(Extracted records)

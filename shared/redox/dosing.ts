/**
 * Dose advisor arithmetic: oxidant needed to raise a tank's ferric fraction.
 *   kmol Fe²⁺ = (f_target − f_now)·c_T·V / 55.845   (g/L × m³ = kg, kg / (g/mol) = kmol)
 *   kg oxidant = kmol Fe²⁺ · (mol oxidant per mol Fe²⁺) · M_oxidant / utilisation
 */
import { requireInRange, requireOneOf, requirePositive } from './guards';
import { ferricFractionOf } from './nernst';

/** Molar mass of iron, g/mol (IUPAC standard atomic weight). */
export const IRON_MOLAR_MASS_G_PER_MOL = 55.845;

export type OxidantId = 'h2o2' | 'mno2' | 'o2';

export type Oxidant = {
  id: OxidantId;
  label: string;
  molarMassGPerMol: number;
  /** Moles of oxidant consumed per mole of Fe²⁺ oxidised, before utilisation. */
  molPerMolFe2: number;
  source: string;
};

// Stoichiometry from the balanced half-reactions in acid; molar masses from standard atomic weights.
export const OXIDANTS: Oxidant[] = [
  {
    id: 'h2o2',
    label: 'Hydrogen peroxide (H₂O₂)',
    molarMassGPerMol: 34.0147,
    molPerMolFe2: 0.5,
    source: 'H₂O₂ + 2Fe²⁺ + 2H⁺ → 2Fe³⁺ + 2H₂O; M from standard atomic weights',
  },
  {
    id: 'mno2',
    label: 'Manganese dioxide (MnO₂)',
    molarMassGPerMol: 86.9368,
    molPerMolFe2: 0.5,
    source: 'MnO₂ + 2Fe²⁺ + 4H⁺ → Mn²⁺ + 2Fe³⁺ + 2H₂O; M from standard atomic weights',
  },
  {
    id: 'o2',
    label: 'Oxygen (O₂, as air or pure)',
    molarMassGPerMol: 31.998,
    molPerMolFe2: 0.25,
    source: 'O₂ + 4Fe²⁺ + 4H⁺ → 4Fe³⁺ + 2H₂O; M from standard atomic weights',
  },
];

// Bounds only to keep products finite: far beyond any real tank or liquor.
const MAX_VOLUME_M3 = 1e7;
const MAX_TOTAL_FE_G_PER_L = 1000;

/**
 * Oxidant needed to move a tank from ratioNow to ratioTarget (both Fe³⁺/Fe²⁺).
 * @param input.volumeM3 solution volume, m³, in [0, 1e7]
 * @param input.totalFeGPerL total iron, g/L, in [0, 1000]
 * @param input.utilisation fraction of dosed oxidant that oxidises Fe²⁺, in (0, 1]
 * @returns Fe²⁺ to oxidise in kmol and oxidant mass in kg; both 0 when the target ≤ the present ratio
 */
export function oxidantDemand(input: {
  volumeM3: number;
  totalFeGPerL: number;
  ratioNow: number;
  ratioTarget: number;
  oxidant: OxidantId;
  utilisation: number;
}): { fe2ToOxidiseKmol: number; oxidantKg: number } {
  const volumeM3 = requireInRange('volumeM3', input.volumeM3, 0, MAX_VOLUME_M3, 'm³');
  const totalFeGPerL = requireInRange('totalFeGPerL', input.totalFeGPerL, 0, MAX_TOTAL_FE_G_PER_L, 'g/L');
  const fNow = ferricFractionOf(requirePositive('ratioNow', input.ratioNow));
  const fTarget = ferricFractionOf(requirePositive('ratioTarget', input.ratioTarget));
  const id = requireOneOf('oxidant', input.oxidant, OXIDANTS.map((o) => o.id));
  const utilisation = requirePositive('utilisation', input.utilisation, 1);
  const oxidant = OXIDANTS.find((o) => o.id === id) as Oxidant;

  // Lowering the ratio needs a reductant, not an oxidant: the advisor then doses nothing.
  if (fTarget <= fNow) return { fe2ToOxidiseKmol: 0, oxidantKg: 0 };
  const fe2ToOxidiseKmol = ((fTarget - fNow) * totalFeGPerL * volumeM3) / IRON_MOLAR_MASS_G_PER_MOL;
  const oxidantKg = (fe2ToOxidiseKmol * oxidant.molPerMolFe2 * oxidant.molarMassGPerMol) / utilisation;
  // Only a vanishing utilisation (~1e-300) can overflow here; refuse instead of returning Infinity.
  if (!Number.isFinite(oxidantKg)) {
    throw new RangeError(`utilisation must be a finite number in (0, 1] large enough for a finite dose (got ${utilisation})`);
  }
  return { fe2ToOxidiseKmol, oxidantKg };
}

** Goal of the exercise **
Copy every line above that holds the word "fNow".

** The answer **
  const fNow = ferricFractionOf(requirePositive('ratioNow', input.ratioNow));
  if (fTarget <= fNow) return { fe2ToOxidiseKmol: 0, oxidantKg: 0 };
  const fe2ToOxidiseKmol = ((fTarget - fNow) * totalFeGPerL * volumeM3) / IRON_MOLAR_MASS_G_PER_MOL;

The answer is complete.